_Records shown:_
*** Begin section ***

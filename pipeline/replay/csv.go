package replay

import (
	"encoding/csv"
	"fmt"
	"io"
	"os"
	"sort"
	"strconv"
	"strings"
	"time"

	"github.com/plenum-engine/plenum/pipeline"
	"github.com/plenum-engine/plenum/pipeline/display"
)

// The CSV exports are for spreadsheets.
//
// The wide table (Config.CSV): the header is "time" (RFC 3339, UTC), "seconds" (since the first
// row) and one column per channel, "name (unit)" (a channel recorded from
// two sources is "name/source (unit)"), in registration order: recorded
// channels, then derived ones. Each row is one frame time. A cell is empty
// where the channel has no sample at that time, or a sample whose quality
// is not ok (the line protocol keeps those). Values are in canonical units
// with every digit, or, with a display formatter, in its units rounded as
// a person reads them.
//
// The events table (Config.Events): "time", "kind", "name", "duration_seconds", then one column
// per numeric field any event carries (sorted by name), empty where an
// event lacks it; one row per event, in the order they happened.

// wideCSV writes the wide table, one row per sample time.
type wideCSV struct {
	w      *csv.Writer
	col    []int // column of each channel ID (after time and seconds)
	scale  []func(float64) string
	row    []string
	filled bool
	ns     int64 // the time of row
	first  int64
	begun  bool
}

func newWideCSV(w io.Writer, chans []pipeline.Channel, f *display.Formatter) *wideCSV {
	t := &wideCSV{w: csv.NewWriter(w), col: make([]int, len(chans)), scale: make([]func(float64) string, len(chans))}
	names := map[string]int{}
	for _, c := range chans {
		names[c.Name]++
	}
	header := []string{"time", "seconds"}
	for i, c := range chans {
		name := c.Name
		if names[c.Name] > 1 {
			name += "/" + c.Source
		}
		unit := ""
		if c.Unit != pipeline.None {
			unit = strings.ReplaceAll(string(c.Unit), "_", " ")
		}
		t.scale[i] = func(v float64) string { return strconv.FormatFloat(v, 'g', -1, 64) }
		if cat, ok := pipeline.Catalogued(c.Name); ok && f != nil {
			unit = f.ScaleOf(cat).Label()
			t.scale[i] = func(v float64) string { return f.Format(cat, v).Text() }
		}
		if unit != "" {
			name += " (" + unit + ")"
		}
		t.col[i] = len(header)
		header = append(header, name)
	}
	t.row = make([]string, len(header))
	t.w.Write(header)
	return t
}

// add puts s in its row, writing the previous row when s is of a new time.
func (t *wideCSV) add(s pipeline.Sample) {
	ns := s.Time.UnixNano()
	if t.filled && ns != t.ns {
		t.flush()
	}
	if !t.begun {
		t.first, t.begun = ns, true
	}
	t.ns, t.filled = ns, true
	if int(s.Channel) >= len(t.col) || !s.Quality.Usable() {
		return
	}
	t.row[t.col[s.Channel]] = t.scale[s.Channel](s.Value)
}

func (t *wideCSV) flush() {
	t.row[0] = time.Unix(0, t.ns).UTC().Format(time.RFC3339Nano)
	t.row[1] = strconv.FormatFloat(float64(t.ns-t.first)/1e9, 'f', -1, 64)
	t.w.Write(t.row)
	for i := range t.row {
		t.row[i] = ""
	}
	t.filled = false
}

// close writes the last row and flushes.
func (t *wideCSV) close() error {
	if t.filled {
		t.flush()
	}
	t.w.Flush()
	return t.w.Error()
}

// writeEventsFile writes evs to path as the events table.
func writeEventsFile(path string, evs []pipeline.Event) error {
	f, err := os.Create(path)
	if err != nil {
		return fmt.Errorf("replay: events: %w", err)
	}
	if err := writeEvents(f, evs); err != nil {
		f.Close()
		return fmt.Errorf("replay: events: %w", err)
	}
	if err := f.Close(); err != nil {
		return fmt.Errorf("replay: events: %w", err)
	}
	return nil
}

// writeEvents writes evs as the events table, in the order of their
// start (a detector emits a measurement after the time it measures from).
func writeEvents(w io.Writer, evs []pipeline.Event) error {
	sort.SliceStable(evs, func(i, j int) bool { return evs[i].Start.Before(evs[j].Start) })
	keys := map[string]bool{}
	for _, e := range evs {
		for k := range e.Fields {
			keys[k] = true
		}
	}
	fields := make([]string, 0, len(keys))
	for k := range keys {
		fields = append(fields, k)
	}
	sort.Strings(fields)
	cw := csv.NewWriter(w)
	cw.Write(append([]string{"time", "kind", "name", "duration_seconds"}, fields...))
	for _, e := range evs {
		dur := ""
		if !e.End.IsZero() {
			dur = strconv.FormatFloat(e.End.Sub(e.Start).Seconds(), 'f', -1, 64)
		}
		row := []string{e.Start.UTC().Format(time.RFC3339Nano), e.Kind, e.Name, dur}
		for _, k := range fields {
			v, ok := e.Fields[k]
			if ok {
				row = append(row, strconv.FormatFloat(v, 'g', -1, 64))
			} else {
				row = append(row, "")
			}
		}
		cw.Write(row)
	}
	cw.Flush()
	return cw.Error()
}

*** End section ***

_Directions for this task:_ Go through the entries and report every line with the string "column".

_Completed task:_
// row) and one column per channel, "name (unit)" (a channel recorded from
// The events table (Config.Events): "time", "kind", "name", "duration_seconds", then one column
	col    []int // column of each channel ID (after time and seconds)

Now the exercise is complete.